HOW TO COMPLETE THIS TASK:
Where does the string "cell" appear in the records? Copy every line that contains it.

[RECORDS TO USE Boundary: Start]

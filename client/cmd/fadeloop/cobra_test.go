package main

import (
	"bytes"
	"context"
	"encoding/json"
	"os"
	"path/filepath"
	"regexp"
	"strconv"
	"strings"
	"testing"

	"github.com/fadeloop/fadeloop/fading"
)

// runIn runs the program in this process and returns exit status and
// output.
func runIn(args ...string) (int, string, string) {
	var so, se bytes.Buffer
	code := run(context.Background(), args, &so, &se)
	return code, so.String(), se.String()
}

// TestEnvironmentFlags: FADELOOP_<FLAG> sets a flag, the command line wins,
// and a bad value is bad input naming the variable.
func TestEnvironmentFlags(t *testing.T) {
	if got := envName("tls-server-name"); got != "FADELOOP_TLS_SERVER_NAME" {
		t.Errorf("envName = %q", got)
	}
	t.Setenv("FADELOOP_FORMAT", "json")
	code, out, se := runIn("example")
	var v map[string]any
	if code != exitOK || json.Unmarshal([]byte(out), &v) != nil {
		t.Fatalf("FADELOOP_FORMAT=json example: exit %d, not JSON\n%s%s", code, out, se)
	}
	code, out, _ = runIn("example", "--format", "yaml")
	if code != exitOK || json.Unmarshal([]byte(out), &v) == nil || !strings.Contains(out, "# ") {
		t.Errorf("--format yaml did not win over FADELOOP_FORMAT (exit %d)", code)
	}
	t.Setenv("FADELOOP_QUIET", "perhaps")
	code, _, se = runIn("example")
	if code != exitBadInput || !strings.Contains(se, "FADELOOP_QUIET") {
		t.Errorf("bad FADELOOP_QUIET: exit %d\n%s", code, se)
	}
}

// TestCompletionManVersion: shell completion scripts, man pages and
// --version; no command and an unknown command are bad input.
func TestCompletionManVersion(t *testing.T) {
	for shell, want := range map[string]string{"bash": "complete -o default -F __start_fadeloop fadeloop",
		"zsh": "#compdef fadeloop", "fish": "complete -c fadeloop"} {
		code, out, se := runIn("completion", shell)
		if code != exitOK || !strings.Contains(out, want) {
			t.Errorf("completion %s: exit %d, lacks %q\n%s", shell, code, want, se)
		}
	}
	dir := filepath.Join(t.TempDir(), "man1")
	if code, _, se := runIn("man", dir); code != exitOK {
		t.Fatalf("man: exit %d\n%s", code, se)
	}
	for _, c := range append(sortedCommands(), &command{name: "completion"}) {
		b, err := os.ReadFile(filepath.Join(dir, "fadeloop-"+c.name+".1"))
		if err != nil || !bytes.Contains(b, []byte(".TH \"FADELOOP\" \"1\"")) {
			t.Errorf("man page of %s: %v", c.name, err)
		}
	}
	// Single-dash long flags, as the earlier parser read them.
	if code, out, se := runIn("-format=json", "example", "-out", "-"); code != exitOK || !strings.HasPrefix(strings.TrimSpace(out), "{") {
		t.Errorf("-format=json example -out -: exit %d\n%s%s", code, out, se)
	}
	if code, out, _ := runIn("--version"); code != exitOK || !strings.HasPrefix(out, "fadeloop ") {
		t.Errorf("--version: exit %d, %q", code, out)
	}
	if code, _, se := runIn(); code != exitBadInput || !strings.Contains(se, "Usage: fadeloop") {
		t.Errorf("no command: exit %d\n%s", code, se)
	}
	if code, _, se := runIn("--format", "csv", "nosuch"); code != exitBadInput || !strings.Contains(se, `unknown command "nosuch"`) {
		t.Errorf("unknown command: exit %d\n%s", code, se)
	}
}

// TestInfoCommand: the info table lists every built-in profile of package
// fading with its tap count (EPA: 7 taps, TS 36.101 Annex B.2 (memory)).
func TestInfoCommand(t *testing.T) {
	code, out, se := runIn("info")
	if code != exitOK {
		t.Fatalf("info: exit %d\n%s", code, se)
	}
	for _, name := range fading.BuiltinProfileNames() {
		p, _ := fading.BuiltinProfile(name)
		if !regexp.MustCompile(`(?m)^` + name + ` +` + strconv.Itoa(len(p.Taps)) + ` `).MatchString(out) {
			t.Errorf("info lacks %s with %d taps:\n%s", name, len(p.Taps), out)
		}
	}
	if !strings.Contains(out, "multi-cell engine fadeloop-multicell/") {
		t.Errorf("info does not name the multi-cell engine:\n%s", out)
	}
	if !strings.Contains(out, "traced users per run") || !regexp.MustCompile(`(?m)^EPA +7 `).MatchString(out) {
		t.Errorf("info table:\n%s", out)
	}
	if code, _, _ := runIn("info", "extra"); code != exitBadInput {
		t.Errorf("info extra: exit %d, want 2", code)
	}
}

[RECORDS TO USE Boundary: End]

OUTPUT:
	if !strings.Contains(out, "multi-cell engine fadeloop-multicell/") {
		t.Errorf("info does not name the multi-cell engine:\n%s", out)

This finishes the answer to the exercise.